START DATA SHOWN

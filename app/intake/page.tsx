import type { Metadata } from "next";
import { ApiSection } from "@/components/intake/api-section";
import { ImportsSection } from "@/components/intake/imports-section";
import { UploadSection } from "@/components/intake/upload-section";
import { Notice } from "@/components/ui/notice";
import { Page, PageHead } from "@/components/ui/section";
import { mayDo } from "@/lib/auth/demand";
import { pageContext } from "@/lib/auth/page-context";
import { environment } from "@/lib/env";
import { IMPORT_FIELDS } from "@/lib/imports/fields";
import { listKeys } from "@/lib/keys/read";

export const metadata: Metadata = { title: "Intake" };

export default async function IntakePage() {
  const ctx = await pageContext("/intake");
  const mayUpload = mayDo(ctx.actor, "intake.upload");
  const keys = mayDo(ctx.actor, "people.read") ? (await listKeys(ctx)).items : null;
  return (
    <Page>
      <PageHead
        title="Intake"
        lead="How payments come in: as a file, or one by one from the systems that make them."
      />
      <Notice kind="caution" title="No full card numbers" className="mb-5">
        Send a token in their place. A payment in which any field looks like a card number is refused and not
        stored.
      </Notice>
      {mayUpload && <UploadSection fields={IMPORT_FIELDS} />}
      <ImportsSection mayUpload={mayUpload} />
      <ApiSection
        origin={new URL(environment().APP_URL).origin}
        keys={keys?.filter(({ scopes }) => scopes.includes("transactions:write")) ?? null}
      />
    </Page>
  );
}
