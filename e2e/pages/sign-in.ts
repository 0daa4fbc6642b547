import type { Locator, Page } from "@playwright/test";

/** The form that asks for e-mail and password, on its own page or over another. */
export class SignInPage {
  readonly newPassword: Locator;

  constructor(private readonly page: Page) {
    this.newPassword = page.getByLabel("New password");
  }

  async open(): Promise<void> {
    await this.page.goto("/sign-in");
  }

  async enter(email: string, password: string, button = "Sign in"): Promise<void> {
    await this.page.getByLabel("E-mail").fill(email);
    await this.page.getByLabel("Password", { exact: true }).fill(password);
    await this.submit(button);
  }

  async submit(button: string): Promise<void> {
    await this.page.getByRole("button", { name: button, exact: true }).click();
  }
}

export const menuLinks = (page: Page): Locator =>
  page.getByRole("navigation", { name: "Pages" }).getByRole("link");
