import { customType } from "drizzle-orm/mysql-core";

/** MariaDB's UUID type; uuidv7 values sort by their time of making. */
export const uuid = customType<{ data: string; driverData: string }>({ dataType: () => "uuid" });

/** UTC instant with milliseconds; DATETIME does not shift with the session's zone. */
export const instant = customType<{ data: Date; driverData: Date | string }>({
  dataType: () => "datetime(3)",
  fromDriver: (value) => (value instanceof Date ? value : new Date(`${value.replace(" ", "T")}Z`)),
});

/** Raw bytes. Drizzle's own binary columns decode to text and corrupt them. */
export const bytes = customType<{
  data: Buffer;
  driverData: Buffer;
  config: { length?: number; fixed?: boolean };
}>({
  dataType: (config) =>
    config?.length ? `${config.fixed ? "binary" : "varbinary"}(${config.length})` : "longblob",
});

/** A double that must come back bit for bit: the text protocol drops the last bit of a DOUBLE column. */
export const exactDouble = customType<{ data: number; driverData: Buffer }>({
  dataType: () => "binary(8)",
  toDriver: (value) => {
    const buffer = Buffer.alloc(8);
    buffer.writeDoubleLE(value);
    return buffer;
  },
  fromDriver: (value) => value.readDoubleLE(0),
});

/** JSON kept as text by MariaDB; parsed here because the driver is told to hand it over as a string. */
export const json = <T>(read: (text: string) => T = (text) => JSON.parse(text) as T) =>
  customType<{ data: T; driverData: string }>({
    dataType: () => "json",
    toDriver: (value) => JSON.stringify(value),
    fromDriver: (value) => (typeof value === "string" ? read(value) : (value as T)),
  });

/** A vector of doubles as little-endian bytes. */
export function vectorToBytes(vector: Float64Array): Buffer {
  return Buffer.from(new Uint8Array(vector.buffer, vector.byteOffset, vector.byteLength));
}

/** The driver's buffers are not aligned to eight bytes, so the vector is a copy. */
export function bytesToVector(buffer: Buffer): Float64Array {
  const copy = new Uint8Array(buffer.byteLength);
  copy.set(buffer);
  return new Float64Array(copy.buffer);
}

END DATA SHOWN
START DATA SHOWN

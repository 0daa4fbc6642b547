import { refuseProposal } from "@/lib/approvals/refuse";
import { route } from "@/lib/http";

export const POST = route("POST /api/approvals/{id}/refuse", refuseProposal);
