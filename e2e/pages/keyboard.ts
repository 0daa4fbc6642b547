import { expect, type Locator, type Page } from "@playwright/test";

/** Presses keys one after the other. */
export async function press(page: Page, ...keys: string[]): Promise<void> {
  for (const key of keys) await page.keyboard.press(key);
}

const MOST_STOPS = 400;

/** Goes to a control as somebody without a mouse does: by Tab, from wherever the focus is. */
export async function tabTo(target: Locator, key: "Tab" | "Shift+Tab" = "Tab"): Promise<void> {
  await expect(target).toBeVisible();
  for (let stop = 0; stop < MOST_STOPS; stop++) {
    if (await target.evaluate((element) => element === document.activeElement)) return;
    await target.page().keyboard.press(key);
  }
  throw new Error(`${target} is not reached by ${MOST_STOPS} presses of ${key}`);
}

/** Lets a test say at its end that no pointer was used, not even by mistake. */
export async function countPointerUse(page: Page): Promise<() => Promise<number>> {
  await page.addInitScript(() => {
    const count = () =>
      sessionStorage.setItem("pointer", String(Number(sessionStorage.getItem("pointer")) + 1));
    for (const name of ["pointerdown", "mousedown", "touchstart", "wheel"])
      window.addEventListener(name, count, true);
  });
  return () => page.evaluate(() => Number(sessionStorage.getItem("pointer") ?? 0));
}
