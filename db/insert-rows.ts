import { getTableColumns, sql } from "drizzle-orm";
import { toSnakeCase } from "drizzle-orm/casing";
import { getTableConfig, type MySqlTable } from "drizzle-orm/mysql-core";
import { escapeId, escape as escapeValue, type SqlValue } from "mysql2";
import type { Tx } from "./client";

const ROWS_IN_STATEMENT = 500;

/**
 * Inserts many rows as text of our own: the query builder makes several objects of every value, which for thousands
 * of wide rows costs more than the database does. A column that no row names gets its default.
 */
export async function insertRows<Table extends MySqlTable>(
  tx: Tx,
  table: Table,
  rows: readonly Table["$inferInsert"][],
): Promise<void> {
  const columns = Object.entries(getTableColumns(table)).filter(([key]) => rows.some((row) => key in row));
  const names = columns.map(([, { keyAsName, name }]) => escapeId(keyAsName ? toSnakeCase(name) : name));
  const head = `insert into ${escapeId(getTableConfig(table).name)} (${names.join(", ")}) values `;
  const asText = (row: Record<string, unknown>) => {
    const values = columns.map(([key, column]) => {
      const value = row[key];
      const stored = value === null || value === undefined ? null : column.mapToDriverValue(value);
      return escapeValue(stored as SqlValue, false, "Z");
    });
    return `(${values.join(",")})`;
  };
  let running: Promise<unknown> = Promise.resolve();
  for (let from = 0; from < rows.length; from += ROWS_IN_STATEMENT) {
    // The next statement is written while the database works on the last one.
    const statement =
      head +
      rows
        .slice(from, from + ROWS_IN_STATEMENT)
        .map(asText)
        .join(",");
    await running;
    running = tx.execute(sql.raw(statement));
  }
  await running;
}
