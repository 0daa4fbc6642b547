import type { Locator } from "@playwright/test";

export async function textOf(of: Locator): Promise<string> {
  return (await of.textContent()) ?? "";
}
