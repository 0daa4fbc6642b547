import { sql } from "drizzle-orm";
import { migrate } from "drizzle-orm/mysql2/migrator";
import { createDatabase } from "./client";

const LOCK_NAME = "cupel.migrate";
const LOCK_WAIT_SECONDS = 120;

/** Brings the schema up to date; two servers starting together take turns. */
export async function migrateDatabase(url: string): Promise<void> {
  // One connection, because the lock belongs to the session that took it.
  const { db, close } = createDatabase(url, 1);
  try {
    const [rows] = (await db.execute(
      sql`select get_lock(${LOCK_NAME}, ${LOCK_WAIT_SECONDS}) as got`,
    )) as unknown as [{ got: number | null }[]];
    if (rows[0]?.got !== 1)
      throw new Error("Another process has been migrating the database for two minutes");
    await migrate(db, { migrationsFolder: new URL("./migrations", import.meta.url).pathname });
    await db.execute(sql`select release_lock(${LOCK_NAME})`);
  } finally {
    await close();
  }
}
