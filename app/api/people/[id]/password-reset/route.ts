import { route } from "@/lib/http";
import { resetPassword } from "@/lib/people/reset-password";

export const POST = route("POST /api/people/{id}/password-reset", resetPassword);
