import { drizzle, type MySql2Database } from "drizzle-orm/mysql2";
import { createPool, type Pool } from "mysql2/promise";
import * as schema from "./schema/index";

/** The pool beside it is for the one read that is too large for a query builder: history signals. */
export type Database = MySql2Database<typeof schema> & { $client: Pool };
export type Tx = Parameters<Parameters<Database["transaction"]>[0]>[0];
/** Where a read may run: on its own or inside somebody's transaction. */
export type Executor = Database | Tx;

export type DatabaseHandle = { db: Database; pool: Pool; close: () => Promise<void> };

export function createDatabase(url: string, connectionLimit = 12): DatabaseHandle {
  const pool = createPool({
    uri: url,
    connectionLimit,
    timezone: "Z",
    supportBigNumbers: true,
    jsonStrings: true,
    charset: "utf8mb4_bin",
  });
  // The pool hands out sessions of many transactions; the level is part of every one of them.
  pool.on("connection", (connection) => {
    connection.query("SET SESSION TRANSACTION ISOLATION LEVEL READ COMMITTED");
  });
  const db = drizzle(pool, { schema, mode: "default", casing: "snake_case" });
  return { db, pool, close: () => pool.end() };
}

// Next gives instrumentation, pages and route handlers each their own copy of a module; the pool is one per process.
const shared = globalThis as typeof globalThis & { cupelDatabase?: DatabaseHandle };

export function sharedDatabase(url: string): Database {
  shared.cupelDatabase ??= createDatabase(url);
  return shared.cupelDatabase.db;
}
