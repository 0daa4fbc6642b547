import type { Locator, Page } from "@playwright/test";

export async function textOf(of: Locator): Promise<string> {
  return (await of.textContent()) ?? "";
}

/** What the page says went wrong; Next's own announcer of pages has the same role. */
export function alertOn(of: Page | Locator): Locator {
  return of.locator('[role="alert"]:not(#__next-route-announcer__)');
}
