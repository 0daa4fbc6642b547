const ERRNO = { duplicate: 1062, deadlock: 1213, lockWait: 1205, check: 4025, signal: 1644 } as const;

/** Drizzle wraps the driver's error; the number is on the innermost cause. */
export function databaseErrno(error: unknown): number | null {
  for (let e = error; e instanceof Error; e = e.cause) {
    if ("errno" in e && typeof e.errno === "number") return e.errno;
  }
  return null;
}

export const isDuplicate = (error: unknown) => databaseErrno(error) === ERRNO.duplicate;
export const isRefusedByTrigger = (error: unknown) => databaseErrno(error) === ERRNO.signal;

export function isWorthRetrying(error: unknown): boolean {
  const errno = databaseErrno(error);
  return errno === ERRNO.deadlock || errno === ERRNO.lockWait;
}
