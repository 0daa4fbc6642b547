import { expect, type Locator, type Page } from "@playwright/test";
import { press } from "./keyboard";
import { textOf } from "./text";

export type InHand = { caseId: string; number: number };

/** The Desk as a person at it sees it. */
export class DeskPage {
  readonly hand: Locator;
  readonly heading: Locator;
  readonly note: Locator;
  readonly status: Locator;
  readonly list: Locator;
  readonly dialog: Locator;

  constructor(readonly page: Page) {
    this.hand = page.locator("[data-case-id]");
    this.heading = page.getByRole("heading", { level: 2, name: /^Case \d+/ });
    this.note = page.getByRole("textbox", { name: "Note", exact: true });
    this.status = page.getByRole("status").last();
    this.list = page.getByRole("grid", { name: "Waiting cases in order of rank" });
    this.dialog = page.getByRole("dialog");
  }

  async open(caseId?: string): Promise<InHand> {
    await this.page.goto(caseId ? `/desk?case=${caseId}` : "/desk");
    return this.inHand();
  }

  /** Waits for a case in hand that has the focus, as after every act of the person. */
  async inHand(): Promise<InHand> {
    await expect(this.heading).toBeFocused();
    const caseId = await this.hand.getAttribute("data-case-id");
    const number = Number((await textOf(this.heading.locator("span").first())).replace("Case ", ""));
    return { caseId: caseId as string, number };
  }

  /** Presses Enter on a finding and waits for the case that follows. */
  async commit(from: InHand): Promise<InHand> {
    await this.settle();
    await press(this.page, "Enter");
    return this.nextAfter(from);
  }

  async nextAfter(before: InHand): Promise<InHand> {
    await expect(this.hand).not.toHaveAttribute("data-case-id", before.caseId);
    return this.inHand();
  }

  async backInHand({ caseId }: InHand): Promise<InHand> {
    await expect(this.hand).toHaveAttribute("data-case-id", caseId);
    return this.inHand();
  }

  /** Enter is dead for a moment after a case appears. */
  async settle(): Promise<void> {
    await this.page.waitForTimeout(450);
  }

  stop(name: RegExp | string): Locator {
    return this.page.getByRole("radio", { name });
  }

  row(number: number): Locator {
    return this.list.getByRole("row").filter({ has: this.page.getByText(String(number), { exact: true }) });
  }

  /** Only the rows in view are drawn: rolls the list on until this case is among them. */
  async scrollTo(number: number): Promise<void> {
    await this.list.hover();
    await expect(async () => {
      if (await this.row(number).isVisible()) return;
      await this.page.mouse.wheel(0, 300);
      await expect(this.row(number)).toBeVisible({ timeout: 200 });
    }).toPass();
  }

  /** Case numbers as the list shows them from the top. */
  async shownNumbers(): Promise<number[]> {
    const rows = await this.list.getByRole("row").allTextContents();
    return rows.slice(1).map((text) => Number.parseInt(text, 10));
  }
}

END DATA SHOWN
START DATA SHOWN

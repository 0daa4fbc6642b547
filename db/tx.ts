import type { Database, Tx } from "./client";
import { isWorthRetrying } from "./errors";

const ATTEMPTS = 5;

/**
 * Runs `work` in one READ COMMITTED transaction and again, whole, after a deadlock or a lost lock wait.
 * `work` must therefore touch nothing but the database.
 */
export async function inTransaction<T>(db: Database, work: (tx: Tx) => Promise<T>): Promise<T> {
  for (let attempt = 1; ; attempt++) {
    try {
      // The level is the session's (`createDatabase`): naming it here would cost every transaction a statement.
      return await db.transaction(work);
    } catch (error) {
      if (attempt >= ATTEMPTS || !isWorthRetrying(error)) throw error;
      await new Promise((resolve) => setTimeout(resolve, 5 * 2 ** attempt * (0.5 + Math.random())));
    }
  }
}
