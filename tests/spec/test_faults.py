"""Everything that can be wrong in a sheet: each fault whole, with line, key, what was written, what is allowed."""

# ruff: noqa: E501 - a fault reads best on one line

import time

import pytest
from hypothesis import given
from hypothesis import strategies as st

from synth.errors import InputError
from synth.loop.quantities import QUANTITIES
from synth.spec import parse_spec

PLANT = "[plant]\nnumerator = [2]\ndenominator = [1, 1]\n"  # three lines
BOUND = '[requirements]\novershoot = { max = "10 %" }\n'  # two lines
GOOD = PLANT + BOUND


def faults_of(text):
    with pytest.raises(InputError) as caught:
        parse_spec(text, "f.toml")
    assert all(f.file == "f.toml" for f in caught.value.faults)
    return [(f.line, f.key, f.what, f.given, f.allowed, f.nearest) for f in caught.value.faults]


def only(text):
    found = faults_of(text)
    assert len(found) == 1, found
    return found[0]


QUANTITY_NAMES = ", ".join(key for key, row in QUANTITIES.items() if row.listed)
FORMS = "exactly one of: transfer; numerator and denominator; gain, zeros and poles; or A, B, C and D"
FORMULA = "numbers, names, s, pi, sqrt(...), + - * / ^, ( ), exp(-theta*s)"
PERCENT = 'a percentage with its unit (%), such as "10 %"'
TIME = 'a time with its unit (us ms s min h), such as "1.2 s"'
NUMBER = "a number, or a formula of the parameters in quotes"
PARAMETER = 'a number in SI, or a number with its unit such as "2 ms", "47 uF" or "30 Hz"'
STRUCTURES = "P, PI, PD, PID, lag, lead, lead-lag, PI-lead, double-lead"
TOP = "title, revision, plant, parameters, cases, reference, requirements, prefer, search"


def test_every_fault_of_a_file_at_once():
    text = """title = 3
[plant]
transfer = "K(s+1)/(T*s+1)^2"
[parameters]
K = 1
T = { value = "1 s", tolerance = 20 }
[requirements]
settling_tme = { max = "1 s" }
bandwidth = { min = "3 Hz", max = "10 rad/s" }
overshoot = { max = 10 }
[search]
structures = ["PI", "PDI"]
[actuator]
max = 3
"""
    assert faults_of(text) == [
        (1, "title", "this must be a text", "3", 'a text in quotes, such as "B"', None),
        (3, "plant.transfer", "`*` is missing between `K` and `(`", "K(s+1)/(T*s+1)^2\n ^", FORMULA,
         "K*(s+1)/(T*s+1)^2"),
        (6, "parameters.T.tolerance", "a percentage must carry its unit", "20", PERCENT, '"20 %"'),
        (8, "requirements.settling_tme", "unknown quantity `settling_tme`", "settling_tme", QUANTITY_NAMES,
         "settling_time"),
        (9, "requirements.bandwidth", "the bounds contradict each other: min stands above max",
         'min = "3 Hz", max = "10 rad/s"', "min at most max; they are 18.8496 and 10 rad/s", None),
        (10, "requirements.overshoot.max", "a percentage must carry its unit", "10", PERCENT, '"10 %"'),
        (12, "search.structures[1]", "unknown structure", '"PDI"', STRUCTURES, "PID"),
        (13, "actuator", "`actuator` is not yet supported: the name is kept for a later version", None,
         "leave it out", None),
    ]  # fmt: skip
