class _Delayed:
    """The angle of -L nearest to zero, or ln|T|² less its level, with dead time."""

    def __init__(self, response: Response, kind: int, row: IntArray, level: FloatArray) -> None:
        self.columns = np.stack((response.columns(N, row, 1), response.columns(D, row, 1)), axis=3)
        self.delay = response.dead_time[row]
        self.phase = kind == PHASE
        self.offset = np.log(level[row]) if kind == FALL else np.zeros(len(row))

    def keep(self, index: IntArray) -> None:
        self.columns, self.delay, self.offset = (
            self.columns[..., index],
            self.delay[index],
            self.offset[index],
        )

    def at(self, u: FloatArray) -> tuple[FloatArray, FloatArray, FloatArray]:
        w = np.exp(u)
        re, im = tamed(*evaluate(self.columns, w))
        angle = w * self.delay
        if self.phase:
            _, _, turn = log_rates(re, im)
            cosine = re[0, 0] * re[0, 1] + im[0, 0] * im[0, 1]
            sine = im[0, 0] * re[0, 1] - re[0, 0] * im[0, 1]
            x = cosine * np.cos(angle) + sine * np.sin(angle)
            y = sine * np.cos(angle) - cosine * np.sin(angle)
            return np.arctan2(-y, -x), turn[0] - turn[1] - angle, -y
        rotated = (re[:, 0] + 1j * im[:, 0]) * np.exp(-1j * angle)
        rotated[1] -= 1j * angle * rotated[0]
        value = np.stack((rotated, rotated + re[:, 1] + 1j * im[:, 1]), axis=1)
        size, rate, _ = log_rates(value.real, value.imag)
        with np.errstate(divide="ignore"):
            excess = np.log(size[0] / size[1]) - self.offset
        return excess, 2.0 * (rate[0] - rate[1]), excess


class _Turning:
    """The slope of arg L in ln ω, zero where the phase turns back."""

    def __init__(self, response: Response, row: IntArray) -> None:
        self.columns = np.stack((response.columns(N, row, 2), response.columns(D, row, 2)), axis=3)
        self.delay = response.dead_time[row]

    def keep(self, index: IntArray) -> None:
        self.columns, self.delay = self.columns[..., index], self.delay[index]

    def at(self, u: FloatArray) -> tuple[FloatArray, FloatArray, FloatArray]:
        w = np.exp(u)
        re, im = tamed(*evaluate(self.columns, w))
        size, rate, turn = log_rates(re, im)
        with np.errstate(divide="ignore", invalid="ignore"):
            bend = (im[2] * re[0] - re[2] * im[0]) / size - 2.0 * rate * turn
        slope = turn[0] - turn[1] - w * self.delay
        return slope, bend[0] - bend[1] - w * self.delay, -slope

END DATA SHOWN

WHAT THE TASK REQUIRES -
Your answer must be the number of lines above that contain the word "heading", stated alone.

ANSWER BOX -
4